Department of Surgery, Nagasaki University Graduate School of Biomedical Sciences/Nagasaki University Hospital, Nagasaki, Japan.
Ann Transplant. 2022 Aug 23;27:e936371. doi: 10.12659/AOT.936371.
BACKGROUND We have ligated spontaneous portosystemic shunts (SPSS) in living donor liver transplantation (LDLT) when a postoperative interventional radiology (IVR) approach was impossible or the intraoperative hepatopetal flow was insufficient. This retrospective study from a single center in Nagasaki, Japan aimed to investigate the management of SPSS in 231 patients who underwent LDLT between January 2006 and December 2019. MATERIAL AND METHODS SPSS were identified in 63 patients (27.3%). Perioperative factors and survival rates were compared in the study population with SPSS divided into 2 groups: the ligation group and the non-ligation group. The post-transplant course was examined in greater detail in the non-ligation group. RESULTS SPSS were ligated in 20 patients (31.7%). The indication for shunt ligation was an impossible postoperative approach (10 patients; 50%) or poor intraoperative hepatopetal flow (10 patients; 50%). There was no significant difference in the 1- and 5-year overall survival rates between the ligation and non-ligation group (80%, 80% vs 76%, 55%, respectively, P=0.17). Of the 34 patients in the non-ligation group who could be observed for 6 months, 14 patients (48.3%) had a spontaneous regression of SSPS. Additionally, 5 patients who required postoperative IVR had a good clinical course. There was no graft failure or adverse events in the non-ligation group. CONCLUSIONS Unnecessary ligation could be avoided by using our criteria. When postoperative IVR is possible with sufficient intraoperative hepatopetal flow, SPSS do not always need to be ligated in LDLT.
在活体肝移植(LDLT)中,当术后介入放射学(IVR)方法不可行或术中肝向血流不足时,我们会结扎自发性门体分流(SPSS)。本研究回顾性分析了日本长崎的一个单中心 231 例 LDLT 患者,旨在探讨 2006 年 1 月至 2019 年 12 月期间 SPSS 的处理方法。

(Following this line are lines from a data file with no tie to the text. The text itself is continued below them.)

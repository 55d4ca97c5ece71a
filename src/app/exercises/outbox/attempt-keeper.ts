import {type Batch, type Entry} from '#shared/attempts/attempt';
import {type LogEntry} from '#sim-core/index';
import {type KeptAttempt, type PersonDatabase} from '../../platform/person-database';

/** Limits of one batch: the server takes 500 entries and 64 kB; some room is left for the frame around them. */
const MOST_ENTRIES = 500;
const MOST_BYTES = 60_000;

/** Keeps one attempt safe on this device: its entries first, then the batches they travel in. */
export class AttemptKeeper {
  constructor(
    private readonly database: PersonDatabase,
    readonly attemptId: string,
  ) {}

  read(): Promise<KeptAttempt | undefined> {
    return this.database.get('attempts', this.attemptId);
  }

  async save(attempt: KeptAttempt): Promise<void> {
    await this.database.put('attempts', attempt);
  }

  /** Notes how far the run was shown; never goes back. */
  async noteTick(throughTick: number): Promise<void> {
    await this.change((attempt) => ({
      ...attempt,
      throughTick: Math.max(attempt.throughTick, throughTick),
    }));
  }

  /** Resolves when the entry is on the disk. */
  async add(entry: LogEntry): Promise<void> {
    await this.database.put('waiting', {attemptId: this.attemptId, n: entry.n, entry});
  }

  /** The oldest batch the server has not confirmed; fixes one from what waits when there is none. */
  async nextBatch(throughTick: number): Promise<Batch | null> {
    const change = this.database.transaction(['attempts', 'batches', 'waiting'], 'readwrite');
    const attempt = await change.objectStore('attempts').get(this.attemptId);
    if (attempt === undefined) return null;
    const number = attempt.ackedBatch + 1;
    const fixed = await change.objectStore('batches').get([this.attemptId, number]);
    if (fixed !== undefined) {
      await change.done;
      return {...fixed.batch, writerKey: attempt.writerKey};
    }

    const waiting = await change.objectStore('waiting').getAll(this.range());
    const entries = fitting(waiting.map(({entry}) => entry));
    const last = entries.at(-1);
    if (last === undefined) {
      await change.done;
      return null;
    }
    // What is left for later must not lie before the tick this batch claims.
    const isAll = entries.length === waiting.length;
    const batch: Batch = {
      writerKey: attempt.writerKey,
      number,
      throughTick: isAll && last.kind !== 'end' ? Math.max(last.tick, throughTick) : last.tick,
      entries: entries as Entry[],
    };
    await change.objectStore('batches').put({attemptId: this.attemptId, number, batch});
    for (const {n} of entries) await change.objectStore('waiting').delete([this.attemptId, n]);
    await change.done;
    return batch;
  }

  /** The server has this batch and all before it. */
  acknowledge(number: number): Promise<void> {
    return this.change((attempt) => ({
      ...attempt,
      ackedBatch: Math.max(attempt.ackedBatch, number),
    }));
  }

  /** The server wants this batch next: what it lost is sent again from what is kept. */
  rewindTo(wanted: number): Promise<void> {
    return this.change((attempt) => ({...attempt, ackedBatch: wanted - 1}));
  }

  useWriterKey(writerKey: string): Promise<void> {
    return this.change((attempt) => ({...attempt, writerKey}));
  }

  /** Entries that only this device has. */
  async countUnsent(): Promise<number> {
    const attempt = await this.read();
    if (attempt === undefined) return 0;
    const batches = await this.database.getAll('batches', this.range());
    const inBatches = batches
      .filter(({number}) => number > attempt.ackedBatch)
      .reduce((count, {batch}) => count + batch.entries.length, 0);
    return inBatches + (await this.database.count('waiting', this.range()));
  }

  /** Every entry this device has of the attempt, in order. */
  async entries(): Promise<LogEntry[]> {
    const batches = await this.database.getAll('batches', this.range());
    const waiting = await this.database.getAll('waiting', this.range());
    return [
      ...batches.flatMap(({batch}) => batch.entries as LogEntry[]),
      ...waiting.map(({entry}) => entry),
    ].sort((a, b) => a.n - b.n);
  }

  /** The attempt is over and the server has all of it. */
  async forget(): Promise<void> {
    const change = this.database.transaction(['attempts', 'batches', 'waiting'], 'readwrite');
    await change.objectStore('attempts').delete(this.attemptId);
    await change.objectStore('batches').delete(this.range());
    await change.objectStore('waiting').delete(this.range());
    await change.done;
  }

  private async change(how: (attempt: KeptAttempt) => KeptAttempt): Promise<void> {
    const change = this.database.transaction('attempts', 'readwrite');
    const attempt = await change.store.get(this.attemptId);
    if (attempt !== undefined) await change.store.put(how(attempt));
    await change.done;
  }

  private range(): IDBKeyRange {
    return IDBKeyRange.bound([this.attemptId, 0], [this.attemptId, Infinity]);
  }
}

/** As many of the first entries as one batch may hold. */
function fitting(entries: readonly LogEntry[]): LogEntry[] {
  const taken: LogEntry[] = [];
  let bytes = 0;
  for (const entry of entries) {
    bytes += new TextEncoder().encode(JSON.stringify(entry)).length + 1;
    if (taken.length === MOST_ENTRIES || (taken.length > 0 && bytes > MOST_BYTES)) break;
    taken.push(entry);
  }
  return taken;
}
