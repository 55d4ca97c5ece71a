// The runs whose fingerprints are pinned, for tests outside the engine that run them elsewhere.
export {BYTES} from '#sim-core/run/hashes';
export {LIVELY, live as liveLog} from '#sim-core/test-support/a-live-log';
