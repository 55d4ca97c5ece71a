// The parts of npm test: how each is run and how its tests are counted.
import fs from 'node:fs';
import path from 'node:path';
import {build} from '../build.mjs';
import {watchChild} from '../children.mjs';
import {installPackages, installPostgres} from '../debian.mjs';
import {ROOT} from '../modules.mjs';
import {findPrograms, PostgresMissingError} from '../postgres/place.mjs';
import {addUp, countKarma, countPlaywright, withExitCode} from './counts.mjs';

const bin = (...names) => path.join(ROOT, 'node_modules', ...names);

/** `alone`: nothing else runs meanwhile. */
export const parts = [
  {name: 'server', group: 'unit', run: runServerSpecs},
  {name: 'lint', group: 'lint', run: runLint},
  {name: 'types', group: 'types', run: runTypes},
  {name: 'engine', group: 'unit', run: runEngineSpecs},
  {name: 'repeat', group: 'unit', run: runRepeatSpecs},
  {name: 'web', group: 'web', run: runWeb, alone: true},
  {name: 'e2e', group: 'e2e', run: runEndToEnd, alone: true},
];

async function runLint() {
  const said = [
    await node([bin('eslint', 'bin', 'eslint.js'), '.', '--max-warnings', '0']),
    await node([bin('prettier', 'bin', 'prettier.cjs'), '--check', '.', '--log-level', 'warn']),
  ];
  return {
    counts: addUp(
      said.map(({code}) => (code === 0 ? {passed: 1, failed: 0} : {passed: 0, failed: 1})),
    ),
    output: said.map(({output}) => output).join(''),
  };
}

async function runTypes(result) {
  return counted(await node(['tools/types.mjs', result]), result);
}

/** Everything that needs no database. */
function runEngineSpecs(result) {
  return runJasmine(result, [
    '{sim-core,shared}/**/*.spec.ts',
    'tools/**/!(pg).spec.mjs',
    'test/architecture/**/*.spec.ts',
  ]);
}

function runServerSpecs(result) {
  needPostgres();
  return runJasmine(result, [
    'server/**/*.spec.ts',
    'test/{contract,support}/**/*.spec.ts',
    'tools/pg.spec.mjs',
  ]);
}

/** Same document and log, same bits: in Node and two browsers, through the wire and the database. */
function runRepeatSpecs(result) {
  needPostgres();
  needChromium();
  needFirefox();
  return runJasmine(result, ['test/repeat/**/*.spec.ts']);
}

async function runJasmine(result, globs) {
  const words = ['--import', 'tsx', 'tools/testing/jasmine.mjs', result, ...globs];
  return counted(await node(words), result);
}

async function runWeb() {
  needChromium();
  const said = await node([bin('@angular', 'cli', 'bin', 'ng.js'), 'test'], {
    NG_CLI_ANALYTICS: 'false',
  });
  return {counts: withExitCode(countKarma(said.output), said.code), output: said.output};
}

async function runEndToEnd(result) {
  needPostgres();
  needChromium();
  await build({say: () => {}});
  const said = await node(
    [
      bin('@playwright', 'test', 'cli.js'),
      'test',
      '-c',
      'test/e2e/playwright.config.ts',
      '--reporter=list,json',
    ],
    {PLAYWRIGHT_JSON_OUTPUT_FILE: result},
  );
  const counts = fs.existsSync(result) ? countPlaywright(readJson(result)) : {passed: 0, failed: 0};
  return {counts: withExitCode(counts, said.code), output: said.output};
}

function needChromium() {
  if (!fs.existsSync('/usr/bin/chromium')) installPackages('Chromium', ['chromium']);
}

function needFirefox() {
  if (!fs.existsSync('/usr/bin/firefox-esr')) installPackages('Firefox', ['firefox-esr']);
}

function needPostgres() {
  try {
    findPrograms();
  } catch (error) {
    if (!(error instanceof PostgresMissingError)) throw error;
    installPostgres();
  }
}

function counted({code, output}, result) {
  const counts = fs.existsSync(result) ? readJson(result) : {passed: 0, failed: 0};
  return {counts: withExitCode(counts, code), output};
}

function node(words, env = {}) {
  return watchChild(process.execPath, words, {cwd: ROOT, env: {...process.env, ...env}});
}

function readJson(file) {
  return JSON.parse(fs.readFileSync(file, 'utf8'));
}
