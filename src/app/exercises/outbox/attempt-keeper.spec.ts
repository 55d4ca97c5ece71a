import {openPersonDatabase, type PersonDatabase} from '../../platform/person-database';
import {AttemptServer} from '../test-support/attempt-server';
import {aKeptAttempt, anAnswer, aPersonId, dropDatabases} from '../test-support/kept-here';
import {AttemptKeeper} from './attempt-keeper';

describe('AttemptKeeper', () => {
  const server = new AttemptServer();
  let personId: string;
  let database: PersonDatabase;
  let keeper: AttemptKeeper;

  beforeEach(async () => {
    personId = aPersonId();
    database = await openPersonDatabase(personId);
    keeper = new AttemptKeeper(database, server.attemptId);
    await keeper.save(aKeptAttempt(server));
  });

  afterEach(async () => {
    database.close();
    await dropDatabases();
  });

  describe('fixing a batch', () => {
    it('gives the same batch until it is acknowledged, whatever was added meanwhile', async () => {
      await keeper.add(anAnswer(1));
      const first = await keeper.nextBatch(50);
      await keeper.add(anAnswer(2));

      expect(await keeper.nextBatch(90)).toEqual(first);
      expect(first?.entries.map(({n}) => n)).toEqual([1]);

      await keeper.acknowledge(1);
      const second = await keeper.nextBatch(90);
      expect(second?.number).toBe(2);
      expect(second?.entries.map(({n}) => n)).toEqual([2]);
    });

    it('gives the same bytes after the tab was closed and opened again', async () => {
      await keeper.add({n: 1, tick: 4, kind: 'set', set: {kp: 0.2, tiS: 0.5}});
      const before = JSON.stringify(await keeper.nextBatch(50));
      database.close();

      database = await openPersonDatabase(personId);
      const again = new AttemptKeeper(database, server.attemptId);

      expect(JSON.stringify(await again.nextBatch(800))).toBe(before);
    });

    it('claims how far the run was shown', async () => {
      await keeper.add(anAnswer(1));
      await keeper.noteTick(70);
      await keeper.noteTick(60); // never back

      expect((await keeper.nextBatch(0))?.throughTick).toBe(70);
    });

    it('claims no more than the end of an attempt', async () => {
      await keeper.noteTick(900);
      await keeper.add({n: 1, tick: 40, kind: 'end', hash: '0123456789abcdef'});

      expect((await keeper.nextBatch(900))?.throughTick).toBe(40);
    });

    it('claims no tick beyond entries that come in the next batch', async () => {
      for (let n = 1; n <= 501; n++) await keeper.add(anAnswer(n));

      const batch = await keeper.nextBatch(99_999);

      expect(batch?.entries.length).toBe(500);
      expect(batch?.throughTick).toBe(5000);
    });

    it('writes under the newest key, with the same entries', async () => {
      await keeper.add(anAnswer(1));
      const batch = await keeper.nextBatch(50);

      await keeper.useWriterKey('another');

      expect(await keeper.nextBatch(50)).toEqual({...batch!, writerKey: 'another'});
    });
  });

  it('counts what only this device has', async () => {
    for (const n of [1, 2, 3]) await keeper.add(anAnswer(n));
    await keeper.nextBatch(0);
    await keeper.add(anAnswer(4));
    expect(await keeper.countUnsent()).toBe(4);

    await keeper.acknowledge(1);
    expect(await keeper.countUnsent()).toBe(1);
  });

  it('keeps sent batches, so that a server that lost them can have them again', async () => {
    await keeper.add(anAnswer(1));
    const first = await keeper.nextBatch(0);
    await keeper.acknowledge(1);

    await keeper.rewindTo(1);

    expect(await keeper.nextBatch(0)).toEqual(first);
  });

  it('gives all entries in order: base, batches, then what waits', async () => {
    await keeper.useBase([anAnswer(1)]);
    await keeper.add(anAnswer(2));
    await keeper.nextBatch(0);
    await keeper.add(anAnswer(3));

    expect((await keeper.entries()).map(({n}) => n)).toEqual([1, 2, 3]);
  });

  it('sets entries aside without throwing them away', async () => {
    await keeper.add(anAnswer(1));

    await keeper.setAside('2026-03-02T08:00:00.000Z');

    expect(await keeper.read()).toBeUndefined();
    expect(await keeper.countUnsent()).toBe(0);
    expect((await database.getAll('setAside')).map(({entries}) => entries)).toEqual([
      [anAnswer(1)],
    ]);
  });

  it('forgets its own attempt only', async () => {
    const other = new AttemptServer();
    const otherKeeper = new AttemptKeeper(database, other.attemptId);
    await otherKeeper.save(aKeptAttempt(other));
    await otherKeeper.add(anAnswer(1));
    await keeper.add(anAnswer(1));

    await keeper.forget();

    expect(await keeper.entries()).toEqual([]);
    expect(await otherKeeper.countUnsent()).toBe(1);
  });
});
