import {type AttemptState, type Batch} from '#shared/attempts/attempt';
import {ApiFailure, type FailureCode} from '../../platform/api-failure';
import {type AttemptKeeper} from './attempt-keeper';

/** Entries gather this long before they go; the contract allows two seconds. */
const GATHER_MS = 700;
const FIRST_WAIT_MS = 1000;
const LONGEST_WAIT_MS = 30_000;

/** What no repetition mends: somebody has to read it and decide. */
const STOPPING: readonly FailureCode[] = [
  'attempt-over',
  'batch-differs',
  'body-too-large',
  'entry-refused',
  'invalid-input',
  'not-allowed',
  'not-found',
  'not-signed-in',
  'writer-changed',
];

/** How the log's way to the server stands. `stopped` needs a person. */
export type SenderState =
  | {readonly kind: 'idle' | 'sending' | 'waiting'}
  | {readonly kind: 'stopped'; readonly failure: ApiFailure};

/** What the sender needs of its surroundings. */
export interface SenderParts {
  readonly keeper: AttemptKeeper;
  /** Sends one batch; throws ApiFailure. */
  readonly post: (batch: Batch) => Promise<{lastBatch: number; state: AttemptState}>;
  /** How far the run is now. */
  readonly tick: () => number;
  readonly told: (state: SenderState, unsent: number) => void;
  /** The server has the `end`: nothing is left to send. */
  readonly handedIn: () => void;
  readonly random?: () => number;
}

/** Sends an attempt's log: one request at a time, in order, until the server has it all. */
export class AttemptSender {
  private timer: ReturnType<typeof setTimeout> | undefined;
  private waitMs = FIRST_WAIT_MS;
  private sending: Promise<void> | null = null;
  private isClosed = false;
  private state: SenderState = {kind: 'idle'};

  constructor(private readonly parts: SenderParts) {}

  /** Something waits: send it soon. */
  wake(): void {
    const isOnItsWay = this.sending !== null || this.timer !== undefined;
    if (this.state.kind !== 'stopped' && !isOnItsWay) this.sendIn(GATHER_MS);
  }

  /** The connection is back: no need to wait longer. */
  hurry(): void {
    if (this.state.kind !== 'stopped') this.sendNow();
  }

  /** A person asked, and may have mended what stopped it. */
  sendNow(): void {
    this.waitMs = FIRST_WAIT_MS;
    if (this.sending !== null) return;
    this.state = {kind: 'idle'};
    this.sendIn(0);
  }

  /** Stops for a reason that was seen elsewhere. */
  stop(failure: ApiFailure): Promise<void> {
    clearTimeout(this.timer);
    this.timer = undefined;
    return this.tell({kind: 'stopped', failure});
  }

  /** Sends nothing more; resolves when the last request is over. */
  async close(): Promise<void> {
    this.isClosed = true;
    clearTimeout(this.timer);
    await this.sending;
  }

  private sendIn(ms: number): void {
    clearTimeout(this.timer);
    if (this.isClosed) return;
    this.timer = setTimeout(() => {
      this.timer = undefined;
      this.sending = this.sendAll().finally(() => (this.sending = null));
    }, ms);
  }

  private async sendAll(): Promise<void> {
    for (;;) {
      const batch = await this.parts.keeper.nextBatch(this.parts.tick());
      if (batch === null || this.isClosed) break;
      await this.tell({kind: 'sending'});
      try {
        if (await this.send(batch)) break;
      } catch (error) {
        // ApiFailure: no connection, or a refusal; anything else is a bug.
        if (!(error instanceof ApiFailure)) throw error;
        return this.recover(error, batch);
      }
    }
    await this.tell({kind: 'idle'});
  }

  /** Whether that was the last one. */
  private async send(batch: Batch): Promise<boolean> {
    const {lastBatch, state} = await this.parts.post(batch);
    await this.parts.keeper.acknowledge(lastBatch);
    this.waitMs = FIRST_WAIT_MS;
    if (state === 'running') return false;
    this.parts.handedIn();
    return true;
  }

  private async recover(failure: ApiFailure, batch: Batch): Promise<void> {
    const wanted = failure.problem?.wanted ?? 1;
    if (failure.code === 'batch-missing' && wanted < batch.number) {
      await this.parts.keeper.rewindTo(wanted);
      this.sendIn(0);
    } else if (STOPPING.includes(failure.code) || failure.code === 'batch-missing') {
      await this.tell({kind: 'stopped', failure});
    } else {
      await this.tell({kind: 'waiting'}); // offline, too-fast, too-many-requests, unavailable, internal
      this.sendIn(this.pauseMs(failure));
      this.waitMs = Math.min(2 * this.waitMs, LONGEST_WAIT_MS);
    }
  }

  /** Longer each time, never at one moment with all the others. */
  private pauseMs({problem}: ApiFailure): number {
    const jitter = 0.75 + 0.5 * (this.parts.random ?? Math.random)();
    const mostMs = Math.min(this.waitMs * jitter, LONGEST_WAIT_MS);
    return Math.max(mostMs, 1000 * (problem?.retryAfterS ?? 0));
  }

  private async tell(state: SenderState): Promise<void> {
    this.state = state;
    const unsent = await this.parts.keeper.countUnsent();
    if (!this.isClosed) this.parts.told(state, unsent);
  }
}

在 63 例患者(27.3%)中发现了 SPSS。将研究人群中 SPSS 分为结扎组和非结扎组,比较两组的围手术期因素和生存率。在非结扎组中更详细地检查了移植后的病程。
20 例(31.7%)患者结扎了 SPSS。结扎分流的指征是术后介入方法不可能(10 例;50%)或术中肝向血流差(10 例;50%)。结扎组和非结扎组的 1 年和 5 年总生存率无显著差异(分别为 80%、80%比 76%、55%,P=0.17)。在非结扎组的 34 例可观察 6 个月的患者中,14 例(48.3%)SSPS 自发消退。此外,5 例需要术后 IVR 的患者临床过程良好。非结扎组无移植失败或不良事件。
使用我们的标准可以避免不必要的结扎。当术后 IVR 可行且术中肝向血流充足时,SPSS 在 LDLT 中不一定需要结扎。